When things change...
As a child time passes without much realization. Years are
simply marked by Birthday's, school events, and Christmas. As a child the years
can slip by without much acknowledgement. A child takes the passing of time by only
truly tangible moments. Being an expat is similar.
See, in my opinion being an expat we too mark time in
tangible chunks. We mark the time of the current world we live in, however a
weird paradox happens and the time in the past "home" location begins
to freeze. We see ourselves and the space around us change, but the place we
left behind remains as it was in our visit, stay, or picture.
I am not saying that expat's are forgetful people who
avoided Birthday's and holidays but rather people who celebrate lacking the
tactile, visual knowledge of the passing of time. We are stuck in a time warp. For example the
notion of a death in the family, we miss the sickness, the hurt, the saying our
goodbyes, what we have is the last time we saw someone and the news of death.

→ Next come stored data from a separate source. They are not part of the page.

// plan decides which columns make the impedance. firstCells are the first
// row's, to see complex literals.
func (s *source) plan(t table, o Options, meta Metadata) (*plan, *Error) {
	p := &plan{table: t, connection: o.Connection}
	for _, v := range o.Columns {
		if _, err := strconv.Atoi(v); err == nil {
			p.loose = true
		}
	}
	p.applyUnits(o.Units)
	var first []string
	if i, cells := s.nextRow(p.first); i >= 0 {
		first = s.texts(cells)
	}
	if !p.loose && p.head >= 0 && s.delim == blanks && len(first) != len(p.cols) && len(first) > 0 && looksNumber(first[0], s.decimal) {
		// Which heading belongs to which column is anybody's guess.
		e := s.headError(p, -1, fmt.Sprintf("a heading for each of %d columns", len(first)), "--columns 'f=1,z=2,phase=3' with the columns' numbers")
		e.Found, e.bare, e.Err = fmt.Sprintf("%d", len(p.cols)), true, ErrAmbiguous
		return nil, e
	}
	settle(p.cols, first, meta)

	freqs := []int{}
	part := -1
	for i, c := range p.cols {
		switch c.role {
		case roleFreq, roleOmega:
			freqs = append(freqs, i)
		case rolePart:
			if part < 0 {
				part = i
			}
		}
	}
	if len(freqs) == 0 {
		return nil, s.headError(p, -1, "a frequency column", "--columns 'f=1,z=2,phase=3' with the columns' numbers")
	}
	var err *Error
	if len(freqs) > 1 {
		err = s.groupByFreq(p, freqs, part)
	} else {
		err = s.groupByLabel(p, freqs[0], part)
	}
	if err != nil {
		return nil, err
	}
	for n := range p.groups {
		g := &p.groups[n]
		if len(g.ways) > 0 || g.half >= 0 {
			continue
		}
		for i, c := range p.cols {
			if !c.known() && i < len(first) && first[i] != "" && looksNumber(first[i], s.decimal) {
				g.unnamed = append(g.unnamed, i)
			}
		}
		if len(g.unnamed) == 0 {
			return nil, s.noPair(p, nil, g.freq)
		}
	}
	p.collect()
	for _, i := range append(append([]int{}, p.need...), freqsOf(p)...) {
		c := p.cols[i]
		if c.fault != "" {
			return nil, s.headError(p, i, c.fault+" for "+roles[c.role].name, "--units "+roles[c.role].key+"=…")
		}
		if c.ambiguous && o.Units[roles[c.role].key] == "" {
			e := s.headError(p, i, "a unit that tells milli from mega", fmt.Sprintf("--units '%s=m…' or --units '%s=M…'", roles[c.role].key, roles[c.role].key))
			e.Err = ErrAmbiguous
			return nil, e
		}
	}
	return p, nil
}

func freqsOf(p *plan) []int {
	var out []int
	for _, g := range p.groups {
		out = append(out, g.freq)
	}
	return out
}

// nextRow is the next line that is no comment.
func (s *source) nextRow(from int) (int, []span) {
	for i := from; i < len(s.lines); i++ {
		if !s.isComment(s.lines[i]) {
			return i, s.split(s.lines[i], nil)
		}
	}
	return -1, nil
}

// applyUnits puts the units of --units in place of the header's.
func (p *plan) applyUnits(units Units) {
	for _, key := range columnKeys {
		text, ok := units[key]
		if !ok {
			continue
		}
		r, _ := keyRole(key)
		u, _, _ := readUnit(text)
		for i := range p.cols {
			c := &p.cols[i]
			same := c.role == r || r == roleFreq && c.role == roleOmega ||
				r == rolePhase && (c.role == roleAngle || c.role == roleSPhase) || r == roleAbsZ && c.role == roleMag ||
				(r == roleCs || r == roleCp) && c.role == roleCapacitance || (r == roleLs || r == roleLp) && c.role == roleInductance
			if !same {
				continue
			}
			c.unit, c.ambiguous, c.fault = u, false, ""
			if r == roleAbsZ {
				c.role = roleAbsZ
			}
			if r == roleFreq {
				c.role = roleFreq
				if u.dim == "rad/s" {
					c.role = roleOmega
				}
			}
		}
	}
}

// settle gives roles to the words that say too little alone.
func settle(cols []heading, first []string, meta Metadata) {
	var has [numRoles]bool
	port := 0
	for _, c := range cols {
		has[c.role] = true
		if c.port != 0 {
			port = c.port
		}
	}
	hasS := has[roleS] || has[roleSMag] || has[roleSdB] || has[roleSRe]
	presumeImpedance(cols)
	// A column of complex numbers in one cell.
	for i := range cols {
		c := &cols[i]
		if i >= len(first) {
			continue
		}
		if _, ok := parseComplex(first[i]); !ok {
			continue
		}
		switch c.role {
		case roleAbsZ, roleMag:
			c.role = roleZ
		case roleAbsY:
			c.role = roleY
		}
	}
	// An angle belongs to the magnitude before it, or to the only one there is.
	for i := range cols {
		c := &cols[i]
		if c.role != roleAngle && c.role != rolePhase {
			continue
		}
		var near *heading
		for j := i - 1; j >= 0 && near == nil; j-- {
			switch cols[j].role {
			case roleAbsZ, roleAbsY, roleSMag, roleSdB, roleS:
				near = &cols[j]
			}
		}
		zOnly := has[roleAbsZ] && !has[roleAbsY] && !hasS
		yOnly := has[roleAbsY] && !has[roleAbsZ] && !hasS
		switch {
		case yOnly:
			c.role = rolePhaseY
		case c.role == rolePhase:
		case zOnly:
			c.role = rolePhase
		case hasS && !has[roleAbsZ] && !has[roleAbsY] && near == nil:
			c.role, c.port = roleSPhase, port
		case near == nil:
		case near.role == roleAbsZ:
			c.role = rolePhase
		case near.role == roleAbsY:
			c.role = rolePhaseY
		default:
			c.role, c.port = roleSPhase, near.port
		}
	}
	for i := range cols {
		c := &cols[i]
		switch c.role {
		case roleMag:
			// |Z| only if it says ohms, or its angle says it is of Z.
			if has[rolePhase] && !has[roleAbsZ] && c.unit.dim == "" {
				c.role = roleAbsZ
			}
		case roleCapacitance:
			c.role = equivalent(meta.mode, has, "c", roleCs, roleCp, c.role)
		case roleInductance:
			c.role = equivalent(meta.mode, has, "l", roleLs, roleLp, c.role)
		}
	}
}

// presumeImpedance takes a magnitude and a phase of nothing named for those of Z
// where they are all there is beside the frequency. The values must bear it
// out, see [builder.bearsOut].
func presumeImpedance(cols []heading) {
	magnitude, angle := -1, -1
	for i, c := range cols {
		switch c.role {
		case roleNone, roleFreq, rolePart:
		case roleMag:
			if magnitude >= 0 || c.unit.dim != "" {
				return
			}
			magnitude = i
		case roleAngle:
			if angle >= 0 {
				return
			}
			angle = i
		default:
			return
		}
	}
	if magnitude < 0 || angle < 0 {
		return
	}
	cols[magnitude].role, cols[magnitude].presumed = roleAbsZ, true
	cols[angle].role = rolePhase
}

// equivalent tells a series from a parallel quantity: by the other column (Rs,
// ESR or X beside it means series; G or Rp parallel), or by the instrument's
// mode.
func equivalent(mode string, has [numRoles]bool, letter string, s, p, unknown role) role {
	series := has[roleRs] || modeNames(mode, letter+"s", "d", "q", "rs")
	par := has[roleRp] || has[roleG] || modeNames(mode, letter+"p", "d", "q", "g", "rp")
	switch {
	case series && !par:
		return s
	case par && !series:
		return p
	}
	return unknown
}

Even on a lighter note, take life. The last time we saw "you," you
weren't married and now you’re pregnant with you first child. Time has passed
without us noticing.
The same freeze happens in reverse. As expats we hop on a
plane and move away, and we begin growing and changing. "Your” life
continues, however when we visit or move back the shocking moment occurs when
that 8 year old we moved with is now a moody teenager. Or better yet,
"we" (not me) had a baby.
Time ticks on a clock but in actuality time passes only as
we acknowledge it. Time stands still when we hold it as a memory and not an
experience. I write this simply to explain that as expats we miss you, and have
not forgotten you, we just may have forgotten things change in our absence.